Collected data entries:

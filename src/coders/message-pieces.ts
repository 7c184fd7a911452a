import { BugError } from '../errors/errors.ts';
import { newSymbolArray, type SymbolArray, type SymbolChunk } from '../symbols/sequence.ts';

/** What a coder does with each piece of a message; called in order, never for an empty inner piece. */
export interface PieceSink {
  /** A message of `symbolCount` symbols begins. */
  begin(symbolCount: number): void;
  /** `symbols[from … to − 1]` are its next symbols. */
  take(symbols: SymbolArray, from: number, to: number): void;
  /** It is complete. */
  end(): void;
  /** The chunk ends and the message is not complete: what was taken may be overwritten. */
  pause?(): void;
  /**
   * Codes whole messages, as many as it likes, from message `index` on, which begins at `symbols[from]`.
   * @returns index of the first message that it leaves
   */
  many?(symbols: SymbolArray, messageEnds: Uint32Array, index: number, from: number): number;
}

/**
 * Cuts chunks into pieces of messages, so that a coder deals with messages only: a chunk may hold many, or part of one.
 */
export class MessagePieces {
  readonly #sink: PieceSink;
  #open = false;
  #symbolCount = 0;
  #taken = 0;

  constructor(sink: PieceSink) {
    this.#sink = sink;
  }

  push(chunk: SymbolChunk): void {
    const { symbols, messageEnds } = chunk;
    const sink = this.#sink;
    let from = 0;
    for (let i = 0; i < messageEnds.length; i++) {
      if (!this.#open && sink.many !== undefined) {
        const next = sink.many(symbols, messageEnds, i, from);
        if (next > i) from = messageEnds[next - 1];
        i = next;
        if (i === messageEnds.length) break;
      }
      const to = messageEnds[i];
      if (!this.#open) sink.begin(to - from);
      else if (this.#taken + to - from !== this.#symbolCount) this.#refuse(this.#taken + to - from);
      if (to > from) sink.take(symbols, from, to);
      sink.end();
      this.#open = false;
      from = to;
    }
    if (from === symbols.length && chunk.openSymbolCount === undefined) return;
    if (chunk.openSymbolCount === undefined) {
      throw new BugError('a chunk ends within a message and does not say how long that message is');
    }
    if (!this.#open) {
      this.#open = true;
      this.#symbolCount = chunk.openSymbolCount;
      this.#taken = 0;
      sink.begin(chunk.openSymbolCount);
    }
    if (symbols.length > from) sink.take(symbols, from, symbols.length);
    this.#taken += symbols.length - from;
    if (this.#taken > this.#symbolCount || chunk.openSymbolCount !== this.#symbolCount)
      this.#refuse(this.#taken);
    sink.pause?.();
  }

  /** Throws when a message is still open. */
  finish(): void {
    if (this.#open) throw new BugError('the last message was not ended');
  }

  #refuse(got: number): never {
    throw new BugError('an open message has another length than it said', {
      expected: `${this.#symbolCount} symbols`,
      got: `${got} symbols`,
    });
  }
}

/** Calls `code` with each whole message; copies only messages that lie across chunks. */
export function wholeMessages(
  code: (symbols: SymbolArray, from: number, to: number) => void,
): MessagePieces {
  let expected = 0;
  let gathered: SymbolArray | undefined;
  let filled = 0;
  let lastSymbols: SymbolArray = new Uint8Array(0);
  let lastFrom = 0;
  let lastTo = 0;
  const gather = (symbols: SymbolArray, from: number, to: number): void => {
    gathered ??= newSymbolArray(
      symbols.BYTES_PER_ELEMENT === 1 ? 256 : symbols.BYTES_PER_ELEMENT === 2 ? 65536 : 2 ** 32,
      expected,
    );
    gathered.set(symbols.subarray(from, to), filled);
    filled += to - from;
  };
  return new MessagePieces({
    begin(symbolCount) {
      expected = symbolCount;
      gathered = undefined;
      filled = 0;
      lastFrom = 0;
      lastTo = 0;
    },
    take(symbols, from, to) {
      if (filled === 0 && to - from === expected) {
        lastSymbols = symbols;
        lastFrom = from;
        lastTo = to;
        return;
      }
      gather(symbols, from, to);
    },
    pause() {
      if (gathered === undefined && lastTo > lastFrom) gather(lastSymbols, lastFrom, lastTo);
    },
    end() {
      if (gathered !== undefined) code(gathered, 0, filled);
      else code(lastSymbols, lastFrom, lastTo);
    },
  });
}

*DIRECTIONS FOR THIS TASK*:
Your answer should be an exact transcription of the data above.

*OUTPUT FOR THIS EXERCISE*:
filename src/coders/message-pieces.ts
repository 7c184fd7a911452a
import { BugError } from '../errors/errors.ts';
import { newSymbolArray, type SymbolArray, type SymbolChunk } from '../symbols/sequence.ts';

/** What a coder does with each piece of a message; called in order, never for an empty inner piece. */
export interface PieceSink {
  /** A message of `symbolCount` symbols begins. */
  begin(symbolCount: number): void;
  /** `symbols[from … to − 1]` are its next symbols. */
  take(symbols: SymbolArray, from: number, to: number): void;
  /** It is complete. */
  end(): void;
  /** The chunk ends and the message is not complete: what was taken may be overwritten. */
  pause?(): void;
  /**
   * Codes whole messages, as many as it likes, from message `index` on, which begins at `symbols[from]`.
   * @returns index of the first message that it leaves
   */
  many?(symbols: SymbolArray, messageEnds: Uint32Array, index: number, from: number): number;
}

/**
 * Cuts chunks into pieces of messages, so that a coder deals with messages only: a chunk may hold many, or part of one.
 */
export class MessagePieces {
  readonly #sink: PieceSink;
  #open = false;
  #symbolCount = 0;
  #taken = 0;

  constructor(sink: PieceSink) {
    this.#sink = sink;
  }

  push(chunk: SymbolChunk): void {
    const { symbols, messageEnds } = chunk;
    const sink = this.#sink;
    let from = 0;
    for (let i = 0; i < messageEnds.length; i++) {
      if (!this.#open && sink.many !== undefined) {
        const next = sink.many(symbols, messageEnds, i, from);
        if (next > i) from = messageEnds[next - 1];
        i = next;
        if (i === messageEnds.length) break;
      }
      const to = messageEnds[i];
      if (!this.#open) sink.begin(to - from);
      else if (this.#taken + to - from !== this.#symbolCount) this.#refuse(this.#taken + to - from);
      if (to > from) sink.take(symbols, from, to);
      sink.end();
      this.#open = false;
      from = to;
    }
    if (from === symbols.length && chunk.openSymbolCount === undefined) return;
    if (chunk.openSymbolCount === undefined) {
      throw new BugError('a chunk ends within a message and does not say how long that message is');
    }
    if (!this.#open) {
      this.#open = true;
      this.#symbolCount = chunk.openSymbolCount;
      this.#taken = 0;
      sink.begin(chunk.openSymbolCount);
    }
    if (symbols.length > from) sink.take(symbols, from, symbols.length);
    this.#taken += symbols.length - from;
    if (this.#taken > this.#symbolCount || chunk.openSymbolCount !== this.#symbolCount)
      this.#refuse(this.#taken);
    sink.pause?.();
  }

  /** Throws when a message is still open. */
  finish(): void {
    if (this.#open) throw new BugError('the last message was not ended');
  }

  #refuse(got: number): never {
    throw new BugError('an open message has another length than it said', {
      expected: `${this.#symbolCount} symbols`,
      got: `${got} symbols`,
    });
  }
}

/** Calls `code` with each whole message; copies only messages that lie across chunks. */
export function wholeMessages(
  code: (symbols: SymbolArray, from: number, to: number) => void,
): MessagePieces {
  let expected = 0;
  let gathered: SymbolArray | undefined;
  let filled = 0;
  let lastSymbols: SymbolArray = new Uint8Array(0);
  let lastFrom = 0;
  let lastTo = 0;
  const gather = (symbols: SymbolArray, from: number, to: number): void => {
    gathered ??= newSymbolArray(
      symbols.BYTES_PER_ELEMENT === 1 ? 256 : symbols.BYTES_PER_ELEMENT === 2 ? 65536 : 2 ** 32,
      expected,
    );
    gathered.set(symbols.subarray(from, to), filled);
    filled += to - from;
  };
  return new MessagePieces({
    begin(symbolCount) {
      expected = symbolCount;
      gathered = undefined;
      filled = 0;
      lastFrom = 0;
      lastTo = 0;
    },
    take(symbols, from, to) {
      if (filled === 0 && to - from === expected) {
        lastSymbols = symbols;
        lastFrom = from;
        lastTo = to;
        return;
      }
      gather(symbols, from, to);
    },
    pause() {
      if (gathered === undefined && lastTo > lastFrom) gather(lastSymbols, lastFrom, lastTo);
    },
    end() {
      if (gathered !== undefined) code(gathered, 0, filled);
      else code(lastSymbols, lastFrom, lastTo);
    },
  });
}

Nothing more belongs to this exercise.